Immer dieser Michel
Washington, Berlin und der Streit um die NATO-Osterweiterung
Ausgerechnet das Obama-begeisterte Deutschland könnte der neuen US-Regierung ihre erste außenpolitische Schlappe bescheren. Während Washington eifrig für den NATO-Beitritt der Ukraine und Georgiens wirbt, setzt Berlin auf Zurückhaltung. Für den Gipfel im April ist eine rasche Annäherung dringend notwendig.
Die Deutschen lieben Barack Obama. Als der Präsidentschaftskandidat im vergangenen Juli nach Berlin reiste, feierten ihn bei seiner Rede an der Siegessäule 200 000 Zuschauer; kein deutscher Politiker hätte so viele Menschen angelockt und derart mitgerissen. Keine europäische Nation feierte Obamas Amtsantritt mit mehr Begeisterung, keine setzt größere Hoffnungen darauf, dass der junge Präsident die immense Anzahl globaler Herausforderungen bewältigt, die er von seinem Amtvorgänger geerbt hat.

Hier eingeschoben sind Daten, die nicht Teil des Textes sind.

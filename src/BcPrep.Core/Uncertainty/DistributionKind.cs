namespace BcPrep.Uncertainty;

/// <summary>
/// Shape of the probability distribution assigned to an input quantity (JCGM 101 6.4). It matters only
/// for Monte Carlo propagation and Latin hypercube sampling; the GUM law of propagation uses the standard
/// uncertainty alone. All kinds are symmetric about the estimate and are scaled so that their standard
/// deviation equals the input's standard uncertainty.
/// </summary>
public enum DistributionKind
{
    /// <summary>Gaussian.</summary>
    Normal,

    /// <summary>Uniform on [x − a, x + a], a = √3·u (GUM 4.3.7).</summary>
    Rectangular,

    /// <summary>Symmetric triangular on [x − a, x + a], a = √6·u (GUM 4.3.9).</summary>
    Triangular,

    /// <summary>U-shaped (arcsine) on [x − a, x + a], a = √2·u (GUM H.1.3.4; sinusoidal cycling).</summary>
    ArcSine,
}
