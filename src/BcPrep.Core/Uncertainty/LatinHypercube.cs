using System.Globalization;

namespace BcPrep.Uncertainty;

/// <summary>
/// Latin hypercube sample of independent inputs (McKay, Beckman &amp; Conover 1979): each input's probability
/// range is cut into <c>count</c> equal strata, each stratum is hit exactly once, at a uniformly random point
/// within it, and strata are paired across inputs by independent random permutations. Values are
/// x + u·F⁻¹(p) with F the standardized shape of the input's <see cref="DistributionKind"/>. Seeded and
/// reproducible. Correlations are not imposed (use <see cref="MonteCarloPropagation"/> for correlated inputs).
/// </summary>
public static class LatinHypercube
{
    /// <summary>
    /// Returns <paramref name="count"/> rows, each holding one value per input (input order, input units).
    /// count ≥ 1, otherwise <see cref="BcPrepDataException"/>.
    /// </summary>
    public static double[][] Sample(IReadOnlyList<UncertaintyInput> inputs, int count, int seed)
    {
        ArgumentNullException.ThrowIfNull(inputs);
        if (count < 1)
        {
            throw new BcPrepDataException(string.Create(CultureInfo.InvariantCulture,
                $"Latin hypercube sample size {count} must be ≥ 1."));
        }

        var random = new Random(seed);
        var rows = new double[count][];
        for (var i = 0; i < count; i++)
        {
            rows[i] = new double[inputs.Count];
        }

        var strata = Enumerable.Range(0, count).ToArray();
        for (var j = 0; j < inputs.Count; j++)
        {
            random.Shuffle(strata);
            var input = inputs[j];
            for (var i = 0; i < count; i++)
            {
                var offset = random.NextDouble();
                if (offset == 0.0)
                {
                    offset = 0.5; // keeps p inside (0, 1) so the normal inverse CDF stays finite
                }

                var p = (strata[i] + offset) / count;
                rows[i][j] = input.Estimate + input.StandardUncertainty * StandardizedDistributions.InverseCdf(input.Distribution, p);
            }
        }

        return rows;
    }
}
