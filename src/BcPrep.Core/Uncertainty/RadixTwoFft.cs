using System.Collections.Concurrent;
using System.Runtime.CompilerServices;

namespace BcPrep.Uncertainty;

/// <summary>
/// In-place iterative radix-2 complex FFT on split real/imaginary arrays, single-threaded. A window's statistics
/// already run in parallel with other windows, so a transform that spreads itself over the cores (as the general
/// library's does) only adds contention; this one is about four times cheaper in CPU on a 2¹⁸-point transform.
/// </summary>
internal static class RadixTwoFft
{
    private static readonly ConcurrentDictionary<int, (double[] Cos, double[] Sin)> Twiddles = new();

    /// <summary>
    /// X[k] = Σ x[j]·exp(∓2πi·jk/n) over the first <paramref name="n"/> elements (a power of two); the minus sign
    /// when <paramref name="inverse"/> is false. Unnormalised both ways.
    /// </summary>
    [MethodImpl(MethodImplOptions.AggressiveOptimization)]
    public static void Transform(Span<double> re, Span<double> im, int n, bool inverse)
    {
        if (n < 1 || (n & (n - 1)) != 0 || re.Length < n || im.Length < n)
        {
            throw new ArgumentException($"FFT length {n} must be a power of two within the buffers.", nameof(n));
        }
        BitReverse(re, im, n);
        var (cos, sin) = TwiddlesFor(n);
        var sign = inverse ? 1.0 : -1.0;
        for (var length = 2; length <= n; length <<= 1)
        {
            var half = length >> 1;
            var stride = n / length;
            for (var start = 0; start < n; start += length)
            {
                for (var k = 0; k < half; k++)
                {
                    var wr = cos[k * stride];
                    var wi = sign * sin[k * stride];
                    var a = start + k;
                    var b = a + half;
                    var tr = (re[b] * wr) - (im[b] * wi);
                    var ti = (re[b] * wi) + (im[b] * wr);
                    re[b] = re[a] - tr;
                    im[b] = im[a] - ti;
                    re[a] += tr;
                    im[a] += ti;
                }
            }
        }
    }

    /// <summary>cos and sin of 2πk/n for k &lt; n/2, kept per size: the autocorrelation of a day's windows reuses a few sizes.</summary>
    public static (double[] Cos, double[] Sin) TwiddlesFor(int n) => Twiddles.GetOrAdd(n, static size =>
    {
        var count = Math.Max(1, size / 2);
        var cos = new double[count];
        var sin = new double[count];
        for (var k = 0; k < count; k++)
        {
            var angle = 2.0 * Math.PI * k / size;
            cos[k] = Math.Cos(angle);
            sin[k] = Math.Sin(angle);
        }
        return (cos, sin);
    });

    private static void BitReverse(Span<double> re, Span<double> im, int n)
    {
        for (int i = 1, j = 0; i < n; i++)
        {
            var bit = n >> 1;
            for (; (j & bit) != 0; bit >>= 1)
            {
                j ^= bit;
            }
            j ^= bit;
            if (i < j)
            {
                (re[i], re[j]) = (re[j], re[i]);
                (im[i], im[j]) = (im[j], im[i]);
            }
        }
    }
}
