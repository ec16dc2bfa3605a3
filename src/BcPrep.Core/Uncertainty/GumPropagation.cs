using System.Globalization;

namespace BcPrep.Uncertainty;

/// <summary>
/// First-order GUM law of propagation of uncertainty (JCGM 100 5.1.2 eq. 10, 5.2.2 eq. 13) in matrix form
/// U_y = J U_x Jᵀ for a model with several outputs, so that correlations between outputs come with it.
/// Sensitivities come from <see cref="NumericalJacobian"/>; effective degrees of freedom from Welch–Satterthwaite
/// (GUM G.4.1) or the conservative rule of <see cref="DegreesOfFreedomRule.ConservativeCorrelated"/>; coverage
/// factors from Student's t (<see cref="CoverageFactor"/>).
/// </summary>
/// <remarks>First order only: for models that are strongly non-linear within ±u (e.g. a product with a factor
/// estimated as zero, JCGM 101 9.3) use <see cref="MonteCarloPropagation"/> and its validation.</remarks>
public static class GumPropagation
{
    /// <summary>
    /// Propagates the inputs through a multi-output model. <paramref name="model"/> maps input values (in the order of
    /// <paramref name="inputs"/>) to outputs (in the order of <paramref name="outputNames"/>); it must be deterministic
    /// and may not keep the array it is given. <paramref name="correlation"/> = null means uncorrelated inputs.
    /// Throws <see cref="BcPrepDataException"/> on size mismatches, an invalid probability or a non-finite model output.
    /// </summary>
    public static GumResult Propagate(
        Func<double[], double[]> model,
        IReadOnlyList<UncertaintyInput> inputs,
        IReadOnlyList<string> outputNames,
        CorrelationMatrix? correlation = null,
        double coverageProbability = 0.95)
    {
        ArgumentNullException.ThrowIfNull(model);
        ArgumentNullException.ThrowIfNull(inputs);
        ArgumentNullException.ThrowIfNull(outputNames);
        if (inputs.Count == 0)
        {
            throw new ArgumentException("Uncertainty propagation needs at least one input.", nameof(inputs));
        }

        correlation ??= CorrelationMatrix.Identity(inputs.Count);
        if (correlation.Size != inputs.Count)
        {
            throw new ArgumentException(string.Create(CultureInfo.InvariantCulture,
                $"Correlation matrix has size {correlation.Size} but there are {inputs.Count} inputs."), nameof(correlation));
        }

        var u = inputs.Select(i => i.StandardUncertainty).ToArray();
        var jacobian = NumericalJacobian.Evaluate(model, inputs.Select(i => i.Estimate).ToArray(), u, out var y);
        if (y.Length != outputNames.Count)
        {
            throw new ArgumentException(string.Create(CultureInfo.InvariantCulture,
                $"Model returned {y.Length} outputs but {outputNames.Count} output names were given."), nameof(outputNames));
        }

        var covariance = Sandwich(jacobian, correlation.ToCovariance(u));
        var outputs = new GumOutput[y.Length];
        for (var i = 0; i < y.Length; i++)
        {
            outputs[i] = BuildOutput(outputNames[i], y[i], i, jacobian, covariance[i, i], inputs, correlation, coverageProbability);
        }

        return new GumResult(inputs.ToArray(), correlation, outputs, jacobian, covariance, ToCorrelation(covariance));
    }

    /// <summary>Single-output convenience form of <see cref="Propagate(Func{double[], double[]}, IReadOnlyList{UncertaintyInput}, IReadOnlyList{string}, CorrelationMatrix?, double)"/>.</summary>
    public static GumOutput Propagate(
        Func<double[], double> model,
        IReadOnlyList<UncertaintyInput> inputs,
        string outputName,
        CorrelationMatrix? correlation = null,
        double coverageProbability = 0.95)
    {
        ArgumentNullException.ThrowIfNull(model);
        return Propagate(x => [model(x)], inputs, [outputName], correlation, coverageProbability).Outputs[0];
    }

    private static GumOutput BuildOutput(
        string name,
        double estimate,
        int row,
        double[,] jacobian,
        double variance,
        IReadOnlyList<UncertaintyInput> inputs,
        CorrelationMatrix correlation,
        double coverageProbability)
    {
        var n = inputs.Count;
        var contributions = new double[n];
        var diagonalVariance = 0.0;
        for (var j = 0; j < n; j++)
        {
            contributions[j] = jacobian[row, j] * inputs[j].StandardUncertainty;
            diagonalVariance += contributions[j] * contributions[j];
        }

        // Round-off can leave a tiny negative variance when correlations cancel exactly (y = x1 − x2, r = 1).
        variance = Math.Max(variance, 0.0);
        var uc = Math.Sqrt(variance);
        var budget = new BudgetLine[n];
        for (var j = 0; j < n; j++)
        {
            var input = inputs[j];
            budget[j] = new BudgetLine(input.Name, input.Estimate, input.StandardUncertainty, input.DegreesOfFreedom,
                input.Distribution, input.Evaluation, input.Source, jacobian[row, j], contributions[j],
                variance > 0.0 ? contributions[j] * contributions[j] / variance : 0.0);
        }

        var correlationVariance = variance - diagonalVariance;
        var (nuEff, rule) = EffectiveDegreesOfFreedom(uc, contributions, inputs, correlation);
        var nu = TruncateDegreesOfFreedom(nuEff);
        var k = CoverageFactor.ForStudentT(nu, coverageProbability);
        return new GumOutput(name, estimate, uc, budget, correlationVariance,
            variance > 0.0 ? correlationVariance / variance : 0.0,
            nuEff, nu, rule, coverageProbability, k, k * uc);
    }

    /// <summary>
    /// ν_eff = u_c⁴ / Σ uᵢ⁴(y)/νᵢ (GUM G.2b); with correlated contributing inputs the minimum of that and the
    /// smallest ν among those inputs (documented conservative choice, see <see cref="DegreesOfFreedomRule"/>).
    /// </summary>
    internal static (double Nu, DegreesOfFreedomRule Rule) EffectiveDegreesOfFreedom(
        double combinedUncertainty,
        IReadOnlyList<double> contributions,
        IReadOnlyList<UncertaintyInput> inputs,
        CorrelationMatrix correlation)
    {
        var denominator = 0.0;
        for (var j = 0; j < contributions.Count; j++)
        {
            var nuJ = inputs[j].DegreesOfFreedom;
            if (contributions[j] != 0.0 && !double.IsPositiveInfinity(nuJ))
            {
                denominator += Math.Pow(contributions[j], 4) / nuJ;
            }
        }

        var uc4 = Math.Pow(combinedUncertainty, 4);
        var nuWs = denominator > 0.0 ? uc4 / denominator : double.PositiveInfinity;
        if (combinedUncertainty == 0.0 && denominator > 0.0)
        {
            // Fully cancelling correlated contributions: nothing uncertain is left, so no t-widening is needed.
            nuWs = double.PositiveInfinity;
        }

        var minCorrelatedNu = double.PositiveInfinity;
        var anyCorrelated = false;
        for (var j = 0; j < contributions.Count; j++)
        {
            for (var l = 0; l < contributions.Count; l++)
            {
                if (l != j && contributions[j] != 0.0 && contributions[l] != 0.0 && correlation[j, l] != 0.0)
                {
                    anyCorrelated = true;
                    minCorrelatedNu = Math.Min(minCorrelatedNu, inputs[j].DegreesOfFreedom);
                }
            }
        }

        if (anyCorrelated && combinedUncertainty > 0.0)
        {
            return (Math.Min(nuWs, minCorrelatedNu), DegreesOfFreedomRule.ConservativeCorrelated);
        }

        return double.IsPositiveInfinity(nuWs)
            ? (nuWs, DegreesOfFreedomRule.Infinite)
            : (nuWs, DegreesOfFreedomRule.WelchSatterthwaite);
    }

    /// <summary>GUM G.6.4: truncate ν_eff to the next lower integer (but not below 1); +∞ stays +∞.</summary>
    internal static double TruncateDegreesOfFreedom(double nuEff) =>
        double.IsPositiveInfinity(nuEff) ? nuEff : Math.Max(1.0, Math.Floor(nuEff));

    private static double[,] Sandwich(double[,] j, double[,] ux)
    {
        var m = j.GetLength(0);
        var n = j.GetLength(1);
        var jux = new double[m, n];
        for (var i = 0; i < m; i++)
        {
            for (var b = 0; b < n; b++)
            {
                var s = 0.0;
                for (var a = 0; a < n; a++)
                {
                    s += j[i, a] * ux[a, b];
                }

                jux[i, b] = s;
            }
        }

        var uy = new double[m, m];
        for (var i = 0; i < m; i++)
        {
            for (var k = 0; k <= i; k++)
            {
                var s = 0.0;
                for (var b = 0; b < n; b++)
                {
                    s += jux[i, b] * j[k, b];
                }

                uy[i, k] = uy[k, i] = s;
            }
        }

        return uy;
    }

    private static double[,] ToCorrelation(double[,] covariance)
    {
        var m = covariance.GetLength(0);
        var r = new double[m, m];
        for (var i = 0; i < m; i++)
        {
            for (var k = 0; k < m; k++)
            {
                var denominator = Math.Sqrt(Math.Max(covariance[i, i], 0.0) * Math.Max(covariance[k, k], 0.0));
                r[i, k] = denominator > 0.0 ? Math.Clamp(covariance[i, k] / denominator, -1.0, 1.0) : double.NaN;
            }
        }

        return r;
    }
}
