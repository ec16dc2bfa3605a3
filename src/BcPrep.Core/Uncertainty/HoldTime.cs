namespace BcPrep.Uncertainty;

/// <summary>
/// How long a settled point must be held for the expanded uncertainty of a window mean to reach a target.
/// </summary>
/// <param name="HeldS">Time held so far (length of the settled record evaluated), s.</param>
/// <param name="ExpandedUncertaintyNow">U of the mean over the record held so far.</param>
/// <param name="TargetExpandedUncertainty">U wanted.</param>
/// <param name="NeededS">Total hold needed for U to reach the target (≥ <paramref name="HeldS"/>); +∞ when unreachable.</param>
/// <param name="Reachable">False when the fixed Type B alone, times its coverage factor, is at or above the target: no hold reaches it.</param>
public sealed record HoldTimeEstimate(double HeldS, double ExpandedUncertaintyNow, double TargetExpandedUncertainty, double NeededS, bool Reachable)
{
    /// <summary>Hold still to go, s (0 when the target is met; +∞ when unreachable).</summary>
    public double RemainingS => Math.Max(0.0, NeededS - HeldS);

    public bool Met => ExpandedUncertaintyNow <= TargetExpandedUncertainty;
}

/// <summary>
/// Predicts the hold time from the running Type A evaluation of a settled record (autocorrelation-corrected,
/// <see cref="WindowMean"/>) and a fixed Type B standard uncertainty.
/// </summary>
/// <remarks>
/// Once a record is several correlation times long, γ_n is constant, so var(x̄) = σ²γ/n falls as 1/T: u_A(T) =
/// u_A(T₀)·√(T₀/T) (JCGM 100 4.2.3 with the autocorrelated variance of the mean, reference sheet 4.1). Both terms
/// of the Type A degrees of freedom (n_eff − 1 and n/(2M + 1)) grow in proportion to n, so ν_A(T) = ν_A(T₀)·T/T₀.
/// The Type B terms are taken as exactly known (ν = ∞, as in the budget). U(T) = t_p(ν_eff)·√(u_A² + u_B²) with
/// ν_eff by Welch–Satterthwaite (JCGM 100 G.4.1) falls monotonically with T, so the hold that meets the target is
/// found by bisection. The limit as T → ∞ is z_p·u_B: a target at or below it is unreachable.
/// </remarks>
public static class HoldTime
{
    /// <summary>Longest hold searched, as a multiple of the hold so far; beyond it the target counts as unreachable.</summary>
    public const double MaxGrowth = 1e6;

    public static HoldTimeEstimate Estimate(WindowMeanResult typeA, double heldS, double typeBStandard, double targetExpanded, double coverageProbability = 0.95)
    {
        ArgumentNullException.ThrowIfNull(typeA);
        if (!(heldS > 0) || !(targetExpanded > 0) || !(typeBStandard >= 0))
        {
            throw new BcPrepDataException($"Hold time needs a positive hold so far ({heldS} s), a positive target ({targetExpanded}) and a Type B ≥ 0 ({typeBStandard}).");
        }
        var uA0 = typeA.StandardUncertainty;
        var nuA0 = typeA.DegreesOfFreedom;
        double ExpandedAt(double t)
        {
            var uA = uA0 * Math.Sqrt(heldS / t);
            var uc2 = (uA * uA) + (typeBStandard * typeBStandard);
            if (uc2 == 0.0)
            {
                return 0.0;
            }
            var nuA = nuA0 * t / heldS;
            var nuEff = uA == 0.0 ? double.PositiveInfinity : uc2 * uc2 / (Math.Pow(uA, 4) / nuA);
            return CoverageFactor.ForStudentT(nuEff, coverageProbability) * Math.Sqrt(uc2);
        }
        var now = ExpandedAt(heldS);
        if (now <= targetExpanded)
        {
            return new HoldTimeEstimate(heldS, now, targetExpanded, heldS, true);
        }
        var limit = CoverageFactor.ForStudentT(double.PositiveInfinity, coverageProbability) * typeBStandard;
        var high = heldS * MaxGrowth;
        if (limit >= targetExpanded || ExpandedAt(high) > targetExpanded)
        {
            return new HoldTimeEstimate(heldS, now, targetExpanded, double.PositiveInfinity, false);
        }
        var low = heldS;
        // Bisection on log T: U(T) is monotone, and 60 halvings of a factor of 1e6 pin T to well under a part in 1e6.
        for (var i = 0; i < 60; i++)
        {
            var mid = Math.Sqrt(low * high);
            if (ExpandedAt(mid) > targetExpanded)
            {
                low = mid;
            }
            else
            {
                high = mid;
            }
        }
        return new HoldTimeEstimate(heldS, now, targetExpanded, high, true);
    }
}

Und doch könnte ausgerechnet Deutschland – nicht Russland, nicht der Iran oder Palästina – dem frischgebackenen US-Präsidenten seinen ersten herben Rückschlag zufügen. Denn beim NATO-Gipfel im April sitzt die neue Mannschaft von Präsident Obama am Verhandlungstisch einem deutschen Bündnispartner gegenüber, der in den vergangenen Monaten die Ziele der USA in nahezu allen wichtigen Punkten blockiert hat. Obamas Gipfeltreffen mit Deutschland und anderen wichtigen europäischen Bündnispartnern findet nur zehn Wochen nach seinem Amtsantritt statt und ist darum von entscheidender Bedeutung; der Präsident steht unter Erfolgsdruck. Falls sich Deutschland und die USA nicht umgehend um einen akzeptablen Kompromiss bemühen, muss Obama möglicherweise eine empfindliche Niederlage einstecken – und das zu einem Zeitpunkt, an dem der Westen mehr als zuvor Geschlossenheit braucht, um weitaus dringendere weltweite Probleme zu lösen.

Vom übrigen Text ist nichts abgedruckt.